■ **RECORDS**:
◆ ◆ ◆ ◆ ◆ ◆ ◆
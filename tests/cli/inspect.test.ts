import { mkdtempSync, writeFileSync } from 'node:fs';
import { tmpdir } from 'node:os';
import { join } from 'node:path';
import { describe, expect, it } from 'vitest';
import { runCli } from '../../src/cli/main';
import { PRESSURE_SAFETY_CAUTION } from '../../src/core/safety';
import { captureIo } from '../helpers/cli-io';

// Exit codes (0 = ok, 2 = bad input or usage) and message wording are the project's own conventions
// (team brief, DEVELOPERS.md); expected values come from the invented sample logs or the texts written here,
// converted with the unit definitions noted beside each check.
const SAMPLES = ['pressure-controller.csv', 'syringe-pump-semicolon.csv', 'pressure-logger-iso.csv', 'flow-logger-iso.tsv', 'hydrostatic-head-spaces.txt', 'overnight-clock-units-row.csv'];

describe('lagbench inspect', () => {
  it('runCli(inspect --help) shows options and examples', async () => {
    const io = captureIo();
    expect(await runCli(['inspect', '--help'], io)).toBe(0);
    expect(io.stdoutText()).toContain('Examples:');
    expect(io.stdoutText()).toContain('--skip-bad-rows');
  });

  it.each(SAMPLES)('runCli(inspect sample-logs/%s) exits 0 and names every channel', async (name) => {
    const io = captureIo();
    expect(await runCli(['inspect', `sample-logs/${name}`], io)).toBe(0);
    expect(io.stdoutText()).toMatch(/(pressure|flow|hydrostatic_head)\w*_(Pa|m3_per_s)/);
    expect(io.stderrText()).toBe('');
  });

  it('runCli(inspect pressure log) shows dialect, rate, metadata and the pressure caution', async () => {
    const io = captureIo();
    await runCli(['inspect', 'sample-logs/pressure-controller.csv'], io);
    const out = io.stdoutText();
    expect(out).toContain('comma delimiter, decimal point');
    expect(out).toContain('sample rate 10 Hz'); // the sample log's 0.1 s spacing; metadata line '# Chip: PDMS mixer M-07'
    expect(out).toContain('Chip: PDMS mixer M-07');
    expect(out).toContain('pressure_setpoint → pressure_setpoint_Pa');
    expect(out).toContain(PRESSURE_SAFETY_CAUTION);
  });

  it('runCli(inspect --json) prints parseable JSON with report and summary', async () => {
    const io = captureIo();
    expect(await runCli(['inspect', 'sample-logs/syringe-pump-semicolon.csv', '--json'], io)).toBe(0);
    const json = JSON.parse(io.stdoutText()) as { files: { report: { dialect: { delimiter: string; decimal: string; hadBom: boolean }; rows: number }; summary: { sampleRateHz: number } }[]; merged: unknown };
    expect(json.files[0]!.report.dialect).toMatchObject({ delimiter: ';', decimal: ',', hadBom: true });
    // Counted in the sample file: 307 lines − 6 preamble/header lines = 301 rows; 200 ms spacing = 5 Hz.
    expect(json.files[0]!.report.rows).toBe(301);
    expect(json.files[0]!.summary.sampleRateHz).toBeCloseTo(5, 9);
    expect(json.merged).toBeNull();
  });

  it('runCli(inspect two logs) shows the merged recording', async () => {
    const io = captureIo();
    expect(await runCli(['inspect', 'sample-logs/pressure-logger-iso.csv', 'sample-logs/flow-logger-iso.tsv'], io)).toBe(0);
    expect(io.stdoutText()).toContain('merged (2 logs');
  });

  it('runCli(inspect header-less log with --sample-rate and --column) reads it', async () => {
    const io = captureIo();
    expect(await runCli(['inspect', 'sample-logs/headerless-100Hz.txt', '--sample-rate', '100', '--column', '1=pressure:mbar'], io)).toBe(0);
    expect(io.stdoutText()).toContain('sample rate 100 Hz');
  });

  it('runCli(inspect missing file) exits 2 with a located message and no stack trace', async () => {
    const io = captureIo();
    expect(await runCli(['inspect', 'no/such/log.csv'], io)).toBe(2);
    expect(io.stderrText()).toBe('lagbench inspect: no/such/log.csv: The file does not exist. Check the path and the spelling of the file name.\n');
  });

  it('runCli(inspect bad row) exits 2 naming file, line and column; --skip-bad-rows warns instead', async () => {
    const dir = mkdtempSync(join(tmpdir(), 'lagbench-inspect-'));
    writeFileSync(join(dir, 'bad.csv'), 'Time [s],Pressure [mbar]\n0,1\n1,n/a?\n2,3\n');
    const io = captureIo(dir);
    expect(await runCli(['inspect', 'bad.csv'], io)).toBe(2);
    expect(io.stderrText()).toMatch(/^lagbench inspect: bad\.csv:3:2: 'n\/a\?' in column 2/);
    expect(io.stderrText()).not.toMatch(/\n\s+at /);
    const io2 = captureIo(dir);
    expect(await runCli(['inspect', 'bad.csv', '--skip-bad-rows'], io2)).toBe(0);
    expect(io2.stdoutText()).toContain('1 bad row(s) skipped; the first at line 3');
  });

  it('runCli(inspect with a bad option) exits 2 with a usage message', async () => {
    const io = captureIo();
    expect(await runCli(['inspect', 'sample-logs/pressure-controller.csv', '--delimiter', 'pipe'], io)).toBe(2);
    expect(io.stderrText()).toContain("--delimiter must be comma, semicolon, tab or space, not 'pipe'");
    const io2 = captureIo();
    expect(await runCli(['inspect', 'sample-logs/pressure-controller.csv', '--frobnicate'], io2)).toBe(2);
    expect(io2.stderrText()).toContain("Run 'lagbench inspect --help'");
  });

  it('runCli(inspect with no file) exits 2', async () => {
    const io = captureIo();
    expect(await runCli(['inspect'], io)).toBe(2);
    expect(io.stderrText()).toContain('give at least one log file');
  });
});
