import { afterAll, beforeAll, describe, expect, it } from 'vitest';
import { mkdtempSync, readFileSync, rmSync, writeFileSync, existsSync } from 'node:fs';
import { tmpdir } from 'node:os';
import { join, resolve } from 'node:path';
import { runCli } from '../../src/cli/main';
import { captureIo } from '../helpers/cli-io';

const ROOT = resolve('.');
const CHIP = join(ROOT, 'sample-logs/chips/pdms-mixer.json');
const FLOW_PROGRAM = join(ROOT, 'sample-logs/programs/flow-steps.csv');
let dir = '';

// Exit codes (0 = ok, 2 = bad input or usage) and message wording are the project's own conventions
// (team brief, DEVELOPERS.md); expected values come from the invented sample logs or the texts written here,
// converted with the unit definitions noted beside each check.

beforeAll(() => {
  dir = mkdtempSync(join(tmpdir(), 'lagbench-sim-'));
});
afterAll(() => rmSync(dir, { recursive: true, force: true }));

async function run(args: string[]): Promise<{ code: number; out: string; err: string }> {
  const io = captureIo(dir);
  const code = await runCli(args, io);
  return { code, out: io.stdoutText(), err: io.stderrText() };
}

describe('lagbench simulate', () => {
  it('simulate(same seed) writes identical bytes; another seed differs', async () => {
    const a = await run(['simulate', CHIP, '--program', FLOW_PROGRAM, '--out', 'a.csv', '--seed', '5']);
    expect(a.code).toBe(0);
    expect(a.out).toMatch(/wrote a\.csv: \d+ rows/);
    expect(a.out).toMatch(/Caution: pressurised fluidics/);
    await run(['simulate', CHIP, '--program', FLOW_PROGRAM, '--out', 'b.csv', '--seed', '5']);
    await run(['simulate', CHIP, '--program', FLOW_PROGRAM, '--out', 'c.csv', '--seed', '6']);
    const text = (f: string): string => readFileSync(join(dir, f), 'utf8');
    expect(text('a.csv')).toBe(text('b.csv'));
    expect(text('a.csv.truth.json').replace(/a\.csv/g, 'X')).toBe(text('b.csv.truth.json').replace(/b\.csv/g, 'X'));
    expect(text('a.csv')).not.toBe(text('c.csv'));
  });

  it('simulate(--dialect each) writes logs that inspect reads back', async () => {
    for (const d of ['si-csv', 'bench-csv', 'eu-semicolon', 'iso-tab', 'clock-spaces', 'ms-csv']) {
      const out = `d-${d}.log`;
      expect((await run(['simulate', CHIP, '--program', FLOW_PROGRAM, '--out', out, '--dialect', d, '--duration', '30'])).code).toBe(0);
      const inspected = await run(['inspect', out, '--json']);
      expect(inspected.code, `${d}: ${inspected.err}`).toBe(0);
      const rep = JSON.parse(inspected.out) as unknown;
      expect(JSON.stringify(rep)).toMatch(/pressure_Pa/);
      expect(JSON.stringify(rep)).toMatch(/flow_setpoint_m3_per_s/);
    }
  });

  it('simulate writes the truth with R, C, τ and trapped air (τ = R_down·C, physics.md §4.2)', async () => {
    expect((await run(['simulate', CHIP, '--program', FLOW_PROGRAM, '--out', 't.csv', '--bubble', '2 uL', '--noise', 'none'])).code).toBe(0);
    const truth = JSON.parse(readFileSync(join(dir, 't.csv.truth.json'), 'utf8')) as {
      trapped_air: { volume_m3_at_atm: number };
      tau_s: number[];
      resistance_Pa_s_per_m3: { downstream: number };
      compliance_m3_per_Pa: { total_at_operating_pressure: number };
      steps: unknown[];
      note: string;
    };
    expect(truth.trapped_air.volume_m3_at_atm).toBeCloseTo(2e-9, 20); // the --bubble 2 uL given (1 µL = 1e-9 m³)
    expect(truth.tau_s[0]! / (truth.resistance_Pa_s_per_m3.downstream * truth.compliance_m3_per_Pa.total_at_operating_pressure)).toBeCloseTo(1, 10);
    expect(truth.steps).toHaveLength(4); // flow-steps.csv changes 4 times: 2 → 5 → 10 → 5 → 2 µL/min
    expect(truth.note).toMatch(/Invented data/);
  });

  it('simulate(--flow-out) writes a second logger with its own rate and clock offset', async () => {
    const r = await run(['simulate', CHIP, '--program', FLOW_PROGRAM, '--out', 'p.csv', '--flow-out', 'q.csv', '--flow-rate', '4', '--clock-offset', '2.5', '--dialect', 'iso-tab', '--duration', '40']);
    expect(r.code).toBe(0);
    const p = readFileSync(join(dir, 'p.csv'), 'utf8').split('\n');
    const q = readFileSync(join(dir, 'q.csv'), 'utf8').split('\n');
    expect(p.find((l) => /^Timestamp/.test(l))).toMatch(/Pressure_mbar/);
    expect(q.find((l) => /^Timestamp/.test(l))).toMatch(/Flow_nL\/min/);
    // 2026-03-02T09:00:00Z is the fixed start; the flow logger's clock is 2.5 s ahead.
    expect(p.find((l) => /^2026/.test(l))).toMatch(/^2026-03-02T09:00:00\.000Z/);
    expect(q.find((l) => /^2026/.test(l))).toMatch(/^2026-03-02T09:00:02\.500Z/);
    expect(q.filter((l) => /^2026/.test(l))).toHaveLength(161); // 40 s at 4 Hz, both ends
  });

  it('simulate(bad program) exits 2 with a located message and writes nothing', async () => {
    writeFileSync(join(dir, 'bad.csv'), 'time_s,flow[uL/min]\n0,1\n5,fast\n');
    const r = await run(['simulate', CHIP, '--program', 'bad.csv', '--out', 'never.csv']);
    expect(r.code).toBe(2);
    expect(r.err).toMatch(/bad\.csv:3:3: 'fast' is not a number/);
    expect(existsSync(join(dir, 'never.csv'))).toBe(false);
  });

  it('simulate(usage mistakes) exits 2', async () => {
    expect((await run(['simulate', CHIP, '--out', 'x.csv'])).err).toMatch(/--program/);
    expect((await run(['simulate', CHIP, '--program', FLOW_PROGRAM, '--out', 'x.csv', '--dialect', 'fancy'])).code).toBe(2);
    expect((await run(['simulate', CHIP, '--program', FLOW_PROGRAM, '--out', 'x.csv', '--setup', 'pressure-driven'])).err).toMatch(/needs a 'pressure' column/);
    expect((await run(['simulate', CHIP, '--program', FLOW_PROGRAM, '--out', FLOW_PROGRAM])).err).toMatch(/overwrite the input/);
  });
});
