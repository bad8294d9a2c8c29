import { existsSync, mkdtempSync, readdirSync, readFileSync, writeFileSync } from 'node:fs';
import { tmpdir } from 'node:os';
import { join } from 'node:path';
import { describe, expect, it } from 'vitest';
import { runCli } from '../../src/cli/main';
import { parseLogText } from '../../src/core/import/index';
import { captureIo } from '../helpers/cli-io';

const cwd = process.cwd();

// Exit codes (0 = ok, 2 = bad input or usage) and message wording are the project's own conventions
// (team brief, DEVELOPERS.md); expected values come from the invented sample logs or the texts written here,
// converted with the unit definitions noted beside each check.

describe('lagbench export', () => {
  it('runCli(export --help) shows the column names and examples', async () => {
    const io = captureIo();
    expect(await runCli(['export', '--help'], io)).toBe(0);
    expect(io.stdoutText()).toContain('flow_setpoint_m3_per_s');
    expect(io.stdoutText()).toContain('Examples:');
  });

  it('runCli(export semicolon log) writes SI CSV with time_s and <quantity>_<unit> columns', async () => {
    const dir = mkdtempSync(join(tmpdir(), 'lagbench-export-'));
    const out = join(dir, 'pump.csv');
    const io = captureIo(cwd);
    expect(await runCli(['export', 'sample-logs/syringe-pump-semicolon.csv', '--out', out], io)).toBe(0);
    const text = readFileSync(out, 'utf8');
    expect(text.split('\n')[0]).toBe('time_s,flow_setpoint_m3_per_s,flow_m3_per_s');
    // second data row of the sample log: "200;1;0,064733;" → 0.2 s, 1 µL/min, 0.064733 µL/min (1 µL/min = 1e-9/60 m³/s)
    const [t, qs, q] = text.split('\n')[2]!.split(',').map(Number);
    expect(t).toBe(0.2);
    expect(qs).toBeCloseTo(1e-9 / 60, 24);
    expect(q).toBeCloseTo((0.064733 * 1e-9) / 60, 24);
  });

  it('runCli(export) output reads back to the same recording (full precision)', async () => {
    const dir = mkdtempSync(join(tmpdir(), 'lagbench-export-'));
    const out = join(dir, 'merged.csv');
    expect(await runCli(['export', 'sample-logs/pressure-logger-iso.csv', 'sample-logs/flow-logger-iso.tsv', '--out', out], captureIo(cwd))).toBe(0);
    const first = parseLogText(readFileSync(out, 'utf8')).recording;
    const again = join(dir, 'again.csv');
    expect(await runCli(['export', out, '--out', again], captureIo(cwd))).toBe(0);
    expect(readFileSync(again, 'utf8')).toBe(readFileSync(out, 'utf8'));
    expect(first.startEpochMs).toBe(Date.UTC(2026, 2, 14, 10, 0, 0)); // first ISO timestamp of the sample pressure log
    expect(first.channels.map((c) => c.name)).toEqual(['pressure_Pa', 'flow_m3_per_s']);
  });

  it('runCli(export two pressure logs) suffixes the repeat with _2', async () => {
    const dir = mkdtempSync(join(tmpdir(), 'lagbench-export-'));
    writeFileSync(join(dir, 'a.csv'), 'Time [s],P [mbar]\n0,1\n1,2\n');
    writeFileSync(join(dir, 'b.csv'), 'Time [s],P [kPa]\n0,1\n1,2\n');
    expect(await runCli(['export', 'a.csv', 'b.csv', '--offset', '0', '--out', 'ab.csv'], captureIo(dir))).toBe(0);
    // 1 mbar = 100 Pa, 1 kPa = 1000 Pa (physics.md §5, exact)
    expect(readFileSync(join(dir, 'ab.csv'), 'utf8')).toBe('time_s,pressure_Pa,pressure_Pa_2\n0,100,1000\n1,200,2000\n');
  });

  it('runCli(export bad log) exits 2 and writes nothing, not even a temporary file', async () => {
    const dir = mkdtempSync(join(tmpdir(), 'lagbench-export-'));
    writeFileSync(join(dir, 'bad.csv'), 'Time [s],P [mbar]\n0,1\n1,2\n0.5,3\n');
    const io = captureIo(dir);
    expect(await runCli(['export', 'bad.csv', '--out', 'out.csv'], io)).toBe(2);
    expect(io.stderrText()).toContain('bad.csv:4:1: The time goes backwards');
    expect(existsSync(join(dir, 'out.csv'))).toBe(false);
    expect(readdirSync(dir)).toEqual(['bad.csv']);
  });

  it('runCli(export without --out, or onto its input) exits 2', async () => {
    const io = captureIo(cwd);
    expect(await runCli(['export', 'sample-logs/pressure-controller.csv'], io)).toBe(2);
    expect(io.stderrText()).toContain('--out <file.csv> is required');
    const io2 = captureIo(cwd);
    expect(await runCli(['export', 'sample-logs/pressure-controller.csv', '--out', 'sample-logs/pressure-controller.csv'], io2)).toBe(2);
    expect(io2.stderrText()).toContain('inputs are never overwritten');
  });

  it('runCli(export two logs without absolute time or offset) exits 2 asking for --offset', async () => {
    const io = captureIo(cwd);
    expect(await runCli(['export', 'sample-logs/syringe-pump-semicolon.csv', 'sample-logs/hydrostatic-head-spaces.txt', '--out', join(tmpdir(), 'x.csv')], io)).toBe(2);
    expect(io.stderrText()).toContain('--offset');
  });
});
◆ ◆ ◆ ◆ ◆ ◆ ◆
■ **TASK DIRECTIONS**:
Go through the listing above and write out exactly the lines starting with the one holding "true, force: true" and running through the one holding "const code = await runCli(args, io);", ends included, and no others.

■ **ANSWER TO THIS TASK**:
afterAll(() => rmSync(dir, { recursive: true, force: true }));

async function run(args: string[]): Promise<{ code: number; out: string; err: string }> {
  const io = captureIo(dir);
  const code = await runCli(args, io);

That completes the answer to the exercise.